Book of Yoc-am (contd)
Inprise has yet again turned in poor
financial results, is laying off 20% of its workforce, and is once more restructuring.
Borland becomes Inprise (recap)
- And it came to pass that the sons of Kahn, who had been known as the Borland-ites,
announced that henceforth they were somewhat unconvincingly to be known as the
- So the Elders of the tribe, called the usual suspects, were dragged forth to
proclaim that Inprise was in safe hands and that its values had changeth not. And
Zackur-Lockur burnt his Borland T-shirts in public, and Giant I wrote jolly articles for
the web site, and Char Leecalvert went unto the newsgroups of the Internet, yea unto the
very pits of dirt and filth of the earth.

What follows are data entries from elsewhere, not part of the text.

TEXT_FRAME = '''
import pandas as pd
df = pd.DataFrame({"k": ["b", "a", "ø", None], "v": [1, None, 3, 4], "w": [0.5, 1.25, None, 2.0]})
'''


@pytest.mark.parametrize("source, laid_out_here", [
    pytest.param('shown = df.sort_values("k").to_string(index=False)', True,
                 id="sorted, no labels"),
    pytest.param('shown = df.to_string()', True, id="labels 0..n-1"),
    pytest.param('shown = df[df["w"] > 0.6].to_string(index=False)', True, id="filtered"),
    pytest.param('shown = df.to_string(columns=["k"])', False, id="an option"),
    pytest.param('shown = df.groupby("k")["v"].sum().to_string()', False, id="a groupby's keys"),
    pytest.param('shown = df["w"].to_string()', False, id="a Series"),
])
def test_to_string_lays_out_what_pandas_lays_out(source: str, laid_out_here: bool) -> None:
    result = differential(TEXT_FRAME + source + "\n", "shown")
    assert "TODO" not in result.converted_text
    assert ("pandas_to_string(" in result.converted_text) is laid_out_here
    status = "converted" if laid_out_here else "handover"
    assert [s.status for s in result.sites if s.key.endswith("to_string")] == [status]


def _text_function():
    namespace: dict = {"pl": pl}
    exec(TEXT_DEFINITION, namespace)
    return namespace[TEXT_FUNCTION]


_TIMES = st.datetimes(min_value=dt.datetime(1990, 1, 1), max_value=dt.datetime(2100, 1, 1))
_FLOATS = st.one_of(st.floats(), st.floats(-1e3, 1e3), st.none(),
                    st.sampled_from([0.5, 2.675, 1e-7, 1e7, 123456.789, -0.0, 0.1, 1e16]))
_INTS = st.one_of(st.integers(-10**12, 10**12), st.integers(-5, 5))
_TEXTS = st.one_of(st.text(max_size=60), st.sampled_from(["a", "é", "x\ty", "", "naïve " * 10]))


@st.composite
def _frame_pairs(draw):
    """The same small table as pandas holds it and as a converted script's Polars frame holds
    it: an int column with a missing value is float in pandas, a boolean one object."""
    n = draw(st.integers(0, 8))
    in_pandas, in_polars = {}, {}
    kinds = draw(st.lists(st.sampled_from(["int", "float", "text", "bool", "category", "time",
                                           "date"]), min_size=1, max_size=4))
    for i, kind in enumerate(kinds):
        name = draw(st.sampled_from(["a", "kg", "name", "x y", "ü", "a_long_column_name"])) + str(i)
        missing = draw(st.booleans())

        def values(strategy):
            return draw(st.lists(st.one_of(strategy, st.none()) if missing else strategy,
                                 min_size=n, max_size=n))
        if kind == "int":
            v = values(_INTS)
            in_polars[name] = pl.Series(v, dtype=pl.Int64)
            in_pandas[name] = pd.Series([np.nan if x is None else x for x in v],
                                        dtype="float64" if None in v else "int64")
        elif kind == "float":
            v = draw(st.lists(_FLOATS, min_size=n, max_size=n))
            in_polars[name] = pl.Series(v, dtype=pl.Float64)
            in_pandas[name] = pd.Series([np.nan if x is None else x for x in v], dtype="float64")
        elif kind == "bool":
            v = values(st.booleans())
            in_polars[name] = pl.Series(v, dtype=pl.Boolean)
            in_pandas[name] = pd.Series([np.nan if x is None else x for x in v],
                                        dtype=object if None in v else bool)
        elif kind in ("text", "category"):
            v = values(_TEXTS)
            in_polars[name] = pl.Series(v, dtype=pl.String if kind == "text" else pl.Categorical)
            in_pandas[name] = pd.Series(v, dtype="str" if kind == "text" else "category")
        else:
            v = values(_TIMES)
            if kind == "date":
                v = [None if x is None else dt.datetime(x.year, x.month, x.day) for x in v]
            in_polars[name] = pl.Series(v, dtype=pl.Datetime("us"))
            in_pandas[name] = pd.Series(pd.to_datetime(v), dtype="datetime64[us]")
    return pd.DataFrame(in_pandas), pl.DataFrame(in_polars)


@settings(max_examples=400, deadline=None, derandomize=True,
          suppress_health_check=[HealthCheck.too_slow, HealthCheck.data_too_large])
@given(_frame_pairs(), st.booleans())
def test_the_text_function_lays_frames_out_as_pandas_does(pair, index) -> None:
    # pandas itself is the reference: its DataFrame.to_string() of the same table
    in_pandas, in_polars = pair
    assert _text_function()(in_polars, index=index) == in_pandas.to_string(index=index)


def test_to_string_with_labels_a_sort_changed_is_pandas_own() -> None:
    result = differential(TEXT_FRAME + 'shown = df.sort_values("k").to_string()\n', "shown")
    assert "TODO(porter)" in result.converted_text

- And they cried out, saying: All is well! All is well!
- But all was not well.
- For it seemed that the tribe had departed far from the narrow path of wisdom, and
instead wandered dangerously by night in the rain and spray on the Inter-State Highway of
Folly, stumbling amongst the high speed traffic-burdened lanes, presenting a danger both
unto itself and to others.
- Moreover, to stretch the metaphor way beyond its limit, the sons of Kahn wore not a
bright yellow reflective high-visibility jacket.

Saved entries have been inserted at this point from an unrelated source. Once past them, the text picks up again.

"""Rule cases and differential checks for porter/rules/groupby.py (groupby + aggregations, agg
spellings, series reductions, value_counts, unique, describe).

pandas is the reference implementation: every differential check runs the snippet with pandas
and its conversion with Polars and compares what they computed (pandas' index becomes columns).
"""

from __future__ import annotations

import pandas as pd
import pytest

from rule_checks import check_ports, check_todo, check_unchanged
from support import assert_same_table, column_kinds, convert, differential, run, same_text

# None and NaN keys, NaN values, a group whose values are all missing (c), ties in counts,
# unicode keys and text.
FRAME = """\
import numpy as np
import pandas as pd
df = pd.DataFrame({
    "shop": ["b", "a", None, "b", "a", "c", np.nan, "Éclair", "c"],
    "qty": [1.0, np.nan, 3.0, 4.0, 5.0, np.nan, 2.0, 2.0, None],
    "n": [1, 2, 3, 4, 5, 6, 7, 8, 8],
    "t": ["x", "y", "z", None, "y", "ünï", "w", "v", "x"],
})
"""

AGGREGATIONS = ["sum", "mean", "median", "min", "max", "std", "var", "count", "nunique",
                "first", "last", "size"]

# -- ports ----------------------------------------------------------------------------------

PORTS = [
    pytest.param('r = df.groupby("shop")["qty"].sum()',
                 'df.with_columns(_porter_rows_in_key_order=pl.col("shop").is_sorted()).drop_nulls("shop")'
                 '.group_by("shop").agg(pl.col("qty"), pl.col("_porter_rows_in_key_order").first())'
                 '.with_columns(pandas_group_sums(pl.col("qty"), in_key_order=pl.col("_porter_rows_in_key_order")))'
                 '.drop("_porter_rows_in_key_order").sort("shop")',
                 id="missing keys dropped and keys sorted"),
    pytest.param('r = df.groupby("shop", sort=False)["qty"].sum()', 'group_by("shop", maintain_order=True)',
                 id="sort=False keeps first appearance"),
    pytest.param('r = df.groupby("shop", dropna=False)["qty"].sum()', '.sort("shop", nulls_last=True)',
                 id="dropna=False keeps the missing key last"),
    pytest.param('r = df.groupby("shop")["qty"].nunique()', 'pl.col("qty").drop_nulls().n_unique()',
                 id="nunique skips missing"),
    pytest.param('r = df.groupby("shop")["t"].first()', 'pl.col("t").first(ignore_nulls=True)',
                 id="first skips missing"),
    pytest.param('r = df.groupby("shop")["qty"].count()', 'pl.col("qty").count().cast(pl.Int64)', id="count"),
    pytest.param('r = df.groupby("shop").size()', 'pl.len().cast(pl.Int64).alias("size")', id="size"),
    pytest.param('r = df.groupby("shop").agg(total=("qty", "sum"))', '.agg(pl.col("qty").alias("total"), pl.col("_porter_rows_in_key_order").first())',
                 id="named aggregation"),
    pytest.param('r = df.groupby("shop").agg({"qty": ["sum", "max"], "n": "min"})',
                 'pl.col("n").min().alias("n_min")', id="dict of lists flattened to column_function"),
    pytest.param('r = df.groupby("shop")["qty"].agg(sum)',
                 'pl.when(pl.col("qty").null_count() == 0).then(pl.col("qty").sum())',
                 id="builtin sum is NaN when a value is missing"),
    pytest.param('r = df.groupby("shop")["qty"].agg(max)',
                 'pl.when(pl.col("qty").first().is_not_null()).then(pl.col("qty").max())',
                 id="builtin max keeps a leading NaN"),
    pytest.param('r = df.groupby("shop").t.sum()', 'pl.col("t").str.join("")', id="text sum concatenates"),
    pytest.param('r = df["shop"].value_counts()', '.group_by("shop", maintain_order=True)',
                 id="value_counts ties in order of appearance"),
    pytest.param("r = df.describe()", "pandas_percentiles(pl.selectors.numeric(), [0.25, 0.5, 0.75])",
                 id="describe linear percentiles"),
    pytest.param('r = df.groupby("shop")["qty"].agg(lambda s: s.max() - s.min())',
                 '(pl.col("qty").max() - pl.col("qty").min())', id="agg with a lambda"),
]


# a function given to agg: its body is one value of the group's values
FUNCTION_AGGREGATIONS = [
    pytest.param('r = df.groupby("shop")["qty"].agg(lambda s: s.max() - s.min())', id="spread"),
    pytest.param('r = df.groupby("shop")["n"].agg(lambda s: s.max() / s.min())', id="ratio of ints"),
    pytest.param('r = df.groupby("shop")["qty"].agg(lambda s: s.max() * 2 + 1)', id="arithmetic"),
    pytest.param('r = df.groupby("shop")["n"].agg(lambda s: s.count() / 3)', id="count divided"),
    pytest.param('r = df.groupby("shop")["qty"].agg(lambda s: s.isna().mean())', id="share missing"),
    pytest.param('r = df.groupby("shop")["t"].agg(lambda s: (s == "x").sum())', id="count of a text"),
    pytest.param('r = df.groupby("shop")["t"].agg(lambda s: s.str.len().max())', id="longest text"),
    pytest.param('r = df.groupby("shop")["qty"].agg(lambda s: s.max() if s.count() > 1 else 0)',
                 id="conditional"),
    pytest.param('def spread(values):\n    return values.max() - values.min()\n'
                 'r = df.groupby("shop", dropna=False).agg(sp=("qty", spread), top=("n", lambda s: s.max()),'
                 ' k=("qty", "count"))', id="named, the script's own function, missing key kept"),
    pytest.param('r = df.groupby("shop")["n"].agg(gap=lambda s: s.max() - s.min())',
                 id="named on a selected column"),
    pytest.param('r = df.groupby("shop", as_index=False)[["qty", "n"]].agg(lambda s: s.max() - s.min())',
                 id="each selected column"),
]


@pytest.mark.parametrize("before", FUNCTION_AGGREGATIONS)
def test_function_aggregations_match_pandas(before: str) -> None:
    result = differential(FRAME + before + "\n", "r")
    assert "TODO" not in result.converted_text, result.converted_text


@pytest.mark.parametrize("before, expected", PORTS)
def test_ports(before: str, expected: str) -> None:
    check_ports(FRAME + before + "\n", expected)


TODOS = [
    pytest.param('r = df.groupby("shop")["t"].agg(lambda s: ", ".join(s.dropna()))', "groupby.agg",
                 id="agg with a lambda that is not an expression"),
    pytest.param('r = df.groupby("shop").agg(["min", "max"])', "groupby.agg",
                 id="list of functions over several columns"),
    pytest.param('r = df.groupby("shop")["t"].sum(min_count=1)', "groupby.sum",
                 id="min_count of text"),
    pytest.param('r = df["qty"].sum(skipna=False)', "series.sum", id="skipna=False"),
    pytest.param('r = df.groupby("shop")["qty"].apply(lambda s: s.cumsum())', "groupby.apply", id="apply"),
    pytest.param('r = df.groupby("shop").sum(numeric_only=True)', "groupby.sum", id="numeric_only"),
    pytest.param('r = df[["t"]].describe()', "frame.describe", id="describe without numbers"),
]


@pytest.mark.parametrize("before, key", TODOS)
def test_todo(before: str, key: str) -> None:
    check_todo(FRAME + before + "\n", key)


UNCHANGED = [
    pytest.param("import itertools\ngroups = itertools.groupby([1, 1, 2])\n", id="itertools groupby"),
    pytest.param("import collections\nc = collections.Counter('aab')\nx = c.most_common(1)\n", id="Counter"),
    pytest.param("xs = [3, 1]\ntotal = sum(xs)\nbig = max(xs)\n", id="builtin reductions on lists"),
    pytest.param("class Ledger:\n    def groupby(self, key):\n        return self\n"
                 "    def sum(self):\n        return 0\n"
                 "x = Ledger().groupby('k').sum()\n", id="groupby of another class"),
]


@pytest.mark.parametrize("before", UNCHANGED)
def test_unchanged(before: str) -> None:
    check_unchanged("import pandas as pd\n" + before)


# -- differential ---------------------------------------------------------------------------

@pytest.mark.parametrize("how", AGGREGATIONS)
def test_series_groupby_aggregation(how: str) -> None:
    differential(FRAME + f'result = df.groupby("shop")["qty"].{how}()\n')


@pytest.mark.parametrize("how", AGGREGATIONS)
def test_frame_groupby_aggregation(how: str) -> None:
    differential(FRAME + f'result = df.groupby("shop")[["qty", "n"]].{how}()\n')


@pytest.mark.parametrize("how", ["nunique", "first", "last", "count", "min", "max"])
def test_text_groupby_aggregation(how: str) -> None:
    differential(FRAME + f'result = df.groupby("shop")["t"].{how}()\n')


GROUPINGS = [
    pytest.param('df.groupby("shop", sort=False)["qty"].sum()', id="sort=False"),
    pytest.param('df.groupby("shop", as_index=False)["qty"].sum()', id="as_index=False"),
    pytest.param('df.groupby("shop", dropna=False)["qty"].sum()', id="dropna=False None and NaN keys"),
    pytest.param('df.groupby("shop", dropna=False, sort=False)["qty"].mean()', id="dropna=False sort=False"),
    pytest.param('df.groupby("shop", as_index=False).size()', id="as_index=False size"),
    pytest.param('df.groupby("shop", as_index=False)["qty"].count()', id="as_index=False count"),
    pytest.param('df.groupby(["shop", "t"])["qty"].sum()', id="two keys"),
    pytest.param('df.groupby(["shop", "n"], dropna=False)["qty"].sum()', id="two keys dropna=False"),
    pytest.param('df.groupby(["shop", "n"], sort=False).size()', id="two keys sort=False size"),
    pytest.param('df.groupby("n", sort=False)["qty"].sum()', id="int key duplicates"),
    pytest.param('df.groupby(df["shop"])["qty"].sum()', id="key given as a column"),
    pytest.param('df.groupby("shop").qty.count()', id="attribute selection"),
    pytest.param('df.groupby("shop").sum()', id="sum concatenates text"),
    pytest.param('df.groupby("shop").count()', id="frame count"),
    pytest.param('df.groupby("shop").nunique()', id="frame nunique"),
    pytest.param('df.groupby("shop").first()', id="frame first"),
    pytest.param('df.groupby("shop")["qty"].std(ddof=0)', id="std ddof=0"),
    pytest.param('df.groupby("shop")["qty"].var(ddof=0)', id="var ddof=0"),
    pytest.param('df.groupby("shop").agg(total=("qty", "sum"), m=("n", "max"))', id="agg named"),
    pytest.param('df.groupby("shop").agg(c=("qty", "count"), s=("qty", "size"), u=("t", "nunique"))',
                 id="agg named counts"),
    pytest.param('df.groupby("shop").agg(f=("t", "first"), l=("t", "last"))', id="agg named first last"),
    pytest.param('df.groupby("shop", as_index=False).agg(total=("qty", "sum"))', id="agg named as_index=False"),
    pytest.param('df.groupby("shop").agg({"qty": "sum", "n": "mean"})', id="agg dict"),
    pytest.param('df.groupby("shop", sort=False).agg({"qty": "mean"})', id="agg dict sort=False"),
    pytest.param('df.groupby("shop")["qty"].agg(["sum", "mean"])', id="agg list"),
    pytest.param('df.groupby("shop")["qty"].agg(["std", "var", "size"])', id="agg list with size"),
    pytest.param('df.groupby("shop")["qty"].agg("sum")', id="agg string"),
    pytest.param('df.groupby("shop")["qty"].agg("median")', id="agg string median"),
    pytest.param('df.groupby("shop").agg("sum")', id="frame agg string"),
    pytest.param('df.groupby("shop")[["qty", "n"]].agg("max")', id="selection agg string"),
    pytest.param('df.groupby("shop")["qty"].agg(np.sum)', id="agg numpy sum"),
    pytest.param('df.groupby("shop")["qty"].agg(sum)', id="agg builtin sum"),
    pytest.param('df.groupby("shop")["qty"].agg(max)', id="agg builtin max"),
    pytest.param('df.groupby("shop")["qty"].agg(min)', id="agg builtin min"),
    pytest.param('df.groupby("shop")["qty"].agg(len)', id="agg builtin len"),
    pytest.param('df.groupby("shop")[["qty", "n"]].agg(max)', id="frame agg builtin max"),
    pytest.param('df.groupby("shop").agg(total=("qty", sum), top=("qty", max), low=("n", min), rows=("t", len))',
                 id="agg named builtins"),
    pytest.param('df.groupby("shop").qty.agg(total="sum", most="max")', id="series named agg"),
    pytest.param('df.groupby("shop")["qty"].sum().sort_values(ascending=False, kind="stable")',
                 id="sorted aggregate"),
]


@pytest.mark.parametrize("expr", GROUPINGS)
def test_grouping_matches_pandas(expr: str) -> None:
    differential(FRAME + f"result = {expr}\n")


def test_named_aggregation_of_builtins_is_ported() -> None:
    # ("qty", sum): pandas 3 calls the builtin on each group's values (NaN makes the sum NaN)
    result = differential(FRAME + 'result = df.groupby("shop").agg(total=("qty", sum), top=("qty", max))\n')
    assert not result.todos, result.converted_text


def test_groupby_held_in_a_variable() -> None:
    differential(FRAME + 'g = df.groupby("shop")\nresult = g["qty"].sum()\nnamed = g.agg(total=("qty", "sum"))\n',
                 "result", "named")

Small prophet, quick return
- Now at that time the sons of Kahn were led by a man named Del Yoc-am. And this Yoc-am
had dreamed a dream that he would become as that Oracle bloke, who is much interviewed in
the press and upon the television, and who is by all accounts loaded. And when Yoc-am
awoke, he was well pleased with this dream.
- Thus Yoc-am reasoned unto himself: All he doth is charge lots and lots of money for all
his software. I shall go and do likewise, and then I too shall have my photograph in Time
magazine, and be called forth to deliver opinions about the future of the Internet on the
- So Yoc-am took himself a basket, and filled it to the brim with freshly harvested
Delphi, and went down from the valley of the Scotts unto the market place.
- And there chanced that way a small developer. And the small developer hailed Yoc-am
saying, Greetings brother! How much for an upgrade to client/server?
- And Yoc-am answered, saying: Twelve hundred shekels to you.
- Then the developer replied, saying: No, no; just the upgrade please. I already have a
copy of the previous version.
- But Yoc-am answered, saying: I heard you correctly. Its twelve hundred shekels for
the upgrade. The full version costs thirteen-fifty.
- And the developer cried out involuntarily, saying: Blimey ORiley!
- Then the developer has a closer look at Yoc-ams basket, and he saw that the Delphi
was infested with maggots and crawling things. And he spake unto Yoc-am, saying, I think
Ill take a pass on this one, thanks all the same squire.
- And in a while there chanced that way a corporate developer. And the corporate developer
hailed Yoc-am saying, Greetings. Where can I find an agent for the tribe of Mic-rosoftees?
- And Yoc-am answered, saying: Over there.
- And the corporate developer thanked Yoc-am saying: Thanks.
- And Yoc-am called out unto the corporate developer, saying: Just a minute. But the
corporate developer was deep in conversation with the Mic-rosoftee, and heard him not.
- Thus, after many more similar failures, Yoc-am went back up to the valley of the Scotts
with a full basket.
The coming of borland.com
- And the Nasdaq looked down upon the labours of Yoc-am, and it was mightily unimpressed.
- And Yoc-am in turn looked upon the wrath of Nasdaq, and was sore afraid. And he spake
boldly unto his shareholders, saying, I shall slay one in every five of the sons of Kahn,
it is the aggressive and logical thing to do. Moreover I shall create a new division
called borland.com which, having a lower case, shall be a mighty hit on the Internet. Oh,
and it might be easier to sell that way.
- Thus did Yoc-cam do these things. He did slay one in every five of the sons of Kahn, and
the valley of the Scotts ran red with their blood. And he did make a new division, and
called it borland.com, and put in it most of what was left of Borland. And he did other
stuff with the Visigenics bit of Inprise, which frankly is of little interest.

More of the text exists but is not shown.